Dataset excerpts
// Starts the built server (.output) on a free loopback port with its own database: a fresh SQLite
// file, or in the postgres project a fresh PostgreSQL database and the project's Redis (see
// freshDatabase). Used by the global setups and by tests that need a server of their own.
import { spawn, type ChildProcess } from 'node:child_process'
import { resolve } from 'node:path'
import { freePort } from './ports'
import { databaseEnv, freshDatabase, projectServices, redisEnv, type TestServices } from './services'

export { freePort }

export const SESSION_PASSWORD = 'test-session-password-at-least-32-characters-long'

export interface RunningServer {
  url: string
  port: number
  /** The SQLite file, or the postgres:// URL of the server's database. */
  dbFile: string
  process: ChildProcess
  stop: (signal?: NodeJS.Signals) => Promise<void>
}

export interface StartOptions {
  /** A SQLite file or a postgres:// URL; default freshDatabase(). Two nodes share one by passing it. */
  dbFile?: string
  port?: number
  env?: Record<string, string>
  /** PostgreSQL cluster and Redis to use; default the project's (none in the SQLite project). */
  services?: TestServices
}

export async function startServer(options: StartOptions = {}): Promise<RunningServer> {
  const port = options.port ?? await freePort()
  const services = options.services ?? projectServices()
  const dbFile = options.dbFile ?? await freshDatabase(services)
  const entry = resolve(process.env.GAMMABOARD_OUTPUT ?? '.output', 'server/index.mjs')
  const url = `http://127.0.0.1:${port}`
  const child = spawn(process.execPath, [entry], {
    env: {
      ...process.env,
      PORT: String(port),
      HOST: '127.0.0.1',
      NITRO_HOST: '127.0.0.1',
      NUXT_SESSION_PASSWORD: SESSION_PASSWORD,
      ...databaseEnv(dbFile),
      ...redisEnv(dbFile, services.redis),
      GAMMABOARD_ENV: 'test',
      // Mailed links point here; an empty value in options.env starts a server without one.
      GAMMABOARD_PUBLIC_URL: url,
      ...options.env,
    },
    stdio: ['ignore', 'pipe', 'pipe'],
  })
  let log = ''
  child.stdout!.on('data', (d) => { log += d })
  child.stderr!.on('data', (d) => { log += d })
  const deadline = Date.now() + 30_000
  for (;;) {
    if (child.exitCode !== null) throw new Error(`server exited early (${child.exitCode}):\n${log}`)
    try {
      const res = await fetch(`${url}/api/health`)
      if (res.ok) break
    }
    catch { /* not listening yet */ }
    if (Date.now() > deadline) {
      child.kill('SIGKILL')
      throw new Error(`server did not answer /api/health within 30 s:\n${log}`)
    }
    await new Promise(r => setTimeout(r, 150))
  }
  const stop = (signal: NodeJS.Signals = 'SIGTERM') => new Promise<void>((ok) => {
    if (child.exitCode !== null || child.signalCode !== null) return ok()
    child.once('exit', () => ok())
    child.kill(signal)
  })
  return { url, port, dbFile, process: child, stop }
}
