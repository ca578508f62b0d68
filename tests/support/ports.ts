// A free TCP port on loopback, for the servers the tests start.
import { createServer } from 'node:net'

export async function freePort(): Promise<number> {
  return new Promise((ok, fail) => {
    const srv = createServer()
    srv.unref()
    srv.on('error', fail)
    srv.listen(0, '127.0.0.1', () => {
      const { port } = srv.address() as { port: number }
      srv.close(() => ok(port))
    })
  })
}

EXERCISE: Please find how many lines of the entries above include the string "dbFile", giving the number and nothing else.

TASK RESULT: 6